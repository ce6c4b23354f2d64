//! The review web server: one page, a JSON list of candidates, their figures drawn on
//! demand, and a label endpoint writing into a [`LabelStore`]. Bound to 127.0.0.1
//! only; requests naming another host are refused (DNS-rebinding guard), and labels
//! must be posted as JSON (so a plain cross-site form cannot post them).

use std::collections::HashMap;
use std::io::Read;
use std::sync::atomic::{AtomicBool, Ordering};
use std::time::Duration;

use serde::Deserialize;
use serde_json::json;
use tiny_http::{Header, Method, Request, Response, Server};

use super::store::{LabelStore, ReviewItem, ReviewLabel};
use crate::error::{Error, Result};
use crate::report::candidate_plot::{Detection, candidate_figure_from_file};
use crate::report::html::numbers_table;

/// The page: markup, style and script in one file, nothing fetched from elsewhere.
const PAGE: &str = include_str!("page.html");

/// Detections within this many seconds appear in a candidate's neighbourhood panel.
const NEIGHBOURHOOD_S: f64 = 5.0;

/// A bound but not yet running review server.
pub struct ReviewServer {
    server: Server,
    port: u16,
}

#[derive(Deserialize)]
struct LabelRequest {
    id: i64,
    label: String,
    #[serde(default)]
    comment: String,
}

impl ReviewServer {
    /// Binds 127.0.0.1 on `port`, or on a free port when `None`.
    ///
    /// # Errors
    /// [`Error::Config`] if the port is taken or cannot be bound.
    pub fn bind(port: Option<u16>) -> Result<ReviewServer> {
        let server = Server::http(("127.0.0.1", port.unwrap_or(0))).map_err(|e| {
            Error::Config(format!(
                "cannot listen on 127.0.0.1:{}: {e}",
                port.unwrap_or(0)
            ))
        })?;
        let port = server
            .server_addr()
            .to_ip()
            .map(|a| a.port())
            .ok_or_else(|| Error::Config("review server has no IP address".into()))?;
        Ok(ReviewServer { server, port })
    }

    /// The page's address.
    pub fn url(&self) -> String {
        format!("http://127.0.0.1:{}/", self.port)
    }

    /// Serves until the page sends "quit" (key q) or `stop` becomes true.
    ///
    /// # Errors
    /// The store cannot list its candidates.
    pub fn run(self, store: &mut dyn LabelStore, stop: &AtomicBool) -> Result<()> {
        let mut state = State {
            items: store.items()?,
            store,
            png_cache: HashMap::new(),
            port: self.port,
            quit: false,
        };
        while !stop.load(Ordering::Relaxed) && !state.quit {
            match self.server.recv_timeout(Duration::from_millis(100)) {
                Ok(Some(req)) => state.handle(req),
                Ok(None) => {}
                Err(e) => return Err(Error::Config(format!("review server failed: {e}"))),
            }
        }
        Ok(())
    }
}

struct State<'a> {
    store: &'a mut dyn LabelStore,
    items: Vec<ReviewItem>,
    png_cache: HashMap<i64, std::result::Result<Vec<u8>, String>>,
    port: u16,
    quit: bool,
}

impl State<'_> {
    fn handle(&mut self, mut req: Request) {
        let response = if !self.host_is_local(&req) {
            text(403, "requests must address 127.0.0.1 or localhost")
        } else {
            self.route(&mut req)
        };
        // A client that went away is not our problem.
        let _ = req.respond(response);
    }

    fn host_is_local(&self, req: &Request) -> bool {
        let host = req
            .headers()
            .iter()
            .find(|h| h.field.equiv("Host"))
            .map(|h| h.value.as_str().to_string());
        let p = self.port;
        host.is_some_and(|h| h == format!("127.0.0.1:{p}") || h == format!("localhost:{p}"))
    }

    fn route(&mut self, req: &mut Request) -> Response<std::io::Cursor<Vec<u8>>> {
        let url = req.url().to_string();
        match (req.method(), url.as_str()) {
            (Method::Get, "/") => {
                with_type(Response::from_string(PAGE), "text/html; charset=utf-8")
            }
            (Method::Get, "/api/items") => self.items_json(),
            (Method::Get, p) if p.starts_with("/plot/") && p.ends_with(".png") => {
                match p[6..p.len() - 4].parse::<i64>() {
                    Ok(id) => self.plot(id),
                    Err(_) => text(404, "no such plot"),
                }
            }
            (Method::Post, "/api/label") => self.label(req),
            (Method::Post, "/api/quit") => {
                self.quit = true;
                json_response(200, &json!({ "ok": true }))
            }
            _ => text(404, "not found"),
        }
    }

    fn items_json(&self) -> Response<std::io::Cursor<Vec<u8>>> {
        let items: Vec<_> = self
            .items
            .iter()
            .map(|i| {
                let c = &i.candidate;
                json!({
                    "id": i.id, "t_inf_s": c.t_inf_s, "mjd_inf": c.mjd_inf, "dm": c.dm,
                    "width_ms": c.width_ms, "snr": c.snr, "verdict": c.verdict.as_str(),
                    "file": c.file, "label": i.label, "numbers_html": numbers_table(c),
                })
            })
            .collect();
        json_response(200, &json!(items))
    }

    fn plot(&mut self, id: i64) -> Response<std::io::Cursor<Vec<u8>>> {
        let Some(item) = self.items.iter().find(|i| i.id == id) else {
            return text(404, "no such candidate");
        };
        let neighbours: Vec<Detection> = self
            .items
            .iter()
            .filter(|o| {
                o.id != id
                    && o.candidate.file == item.candidate.file
                    && (o.candidate.t_inf_s - item.candidate.t_inf_s).abs() <= NEIGHBOURHOOD_S
            })
            .map(|o| Detection::from(&o.candidate))
            .collect();
        let png = self.png_cache.entry(id).or_insert_with(|| {
            candidate_figure_from_file(&item.observation(), &item.candidate, &neighbours)
                .map(|f| f.to_png())
                .map_err(|e| e.to_string())
        });
        match png {
            Ok(bytes) => with_type(Response::from_data(bytes.clone()), "image/png"),
            Err(msg) => text(404, &format!("figure unavailable: {msg}")),
        }
    }

    fn label(&mut self, req: &mut Request) -> Response<std::io::Cursor<Vec<u8>>> {
        let is_json = req.headers().iter().any(|h| {
            h.field.equiv("Content-Type") && h.value.as_str().starts_with("application/json")
        });
        if !is_json {
            return text(415, "labels must be posted as application/json");
        }
        let mut body = String::new();
        if req
            .as_reader()
            .take(64 * 1024)
            .read_to_string(&mut body)
            .is_err()
        {
            return text(400, "unreadable request body");
        }
        let parsed: LabelRequest = match serde_json::from_str(&body) {
            Ok(p) => p,
            Err(e) => return text(400, &format!("bad label request: {e}")),
        };
        let Some(label) = ReviewLabel::parse(&parsed.label) else {
            return text(400, &format!("unknown label {:?}", parsed.label));
        };
        match self.store.record(parsed.id, label, parsed.comment.trim()) {
            Ok(()) => {
                if let Some(item) = self.items.iter_mut().find(|i| i.id == parsed.id) {
                    item.label = Some(label.as_str().to_string());
                }
                json_response(
                    200,
                    &json!({ "ok": true, "id": parsed.id, "label": label.as_str() }),
                )
            }
            Err(e) => text(500, &format!("label not recorded: {e}")),
        }
    }
}

fn with_type<R: Read>(r: Response<R>, content_type: &str) -> Response<R> {
    let header = Header::from_bytes("Content-Type", content_type).expect("static header is valid");
    r.with_header(header)
}

fn text(code: u16, msg: &str) -> Response<std::io::Cursor<Vec<u8>>> {
    with_type(Response::from_string(msg), "text/plain; charset=utf-8").with_status_code(code)
}

fn json_response(code: u16, v: &serde_json::Value) -> Response<std::io::Cursor<Vec<u8>>> {
    with_type(Response::from_string(v.to_string()), "application/json").with_status_code(code)
}
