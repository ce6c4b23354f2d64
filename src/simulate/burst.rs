//! A dispersed, scattered burst and its contribution to each channel and sample.
//!
//! Signal units: the model is in units of each channel's noise standard deviation σ_c
//! (one sample, before quantisation). [`add_burst`] multiplies by a per-channel scale,
//! normally σ_c of the data, so the same [`Burst`] means the same S/N in any data.

use serde::{Deserialize, Serialize};

use super::profile::{Emg, FWHM_PER_SIGMA};
use crate::obs::{Block, Header};
use crate::units::delay_to_infinity_s;

/// Most sub-frequencies used to resolve the dispersion sweep inside one channel.
const MAX_SUB_FREQS: usize = 8192;

/// Spectral shape of a burst, a multiplier on its amplitude at each frequency.
#[derive(Debug, Clone, Copy, PartialEq, Serialize, Deserialize)]
#[serde(tag = "kind", rename_all = "snake_case", deny_unknown_fields)]
pub enum Spectrum {
    /// (ν / ν_ref)^index, with ν_ref the centre of the header's band
    /// ((lowest + highest channel centre) / 2). Index 0 is a flat spectrum.
    PowerLaw { index: f64 },
    /// Band-limited Gaussian envelope, 1 at `centre_mhz`, full width at half
    /// maximum `fwhm_mhz`.
    Gaussian { centre_mhz: f64, fwhm_mhz: f64 },
    /// 1 between `lo_mhz` and `hi_mhz`, 0 outside (used for band-limited interference).
    TopHat { lo_mhz: f64, hi_mhz: f64 },
}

Task description - Report how many lines of the listing above include the word "cannot". Say nothing but the number.

Exercise result - 4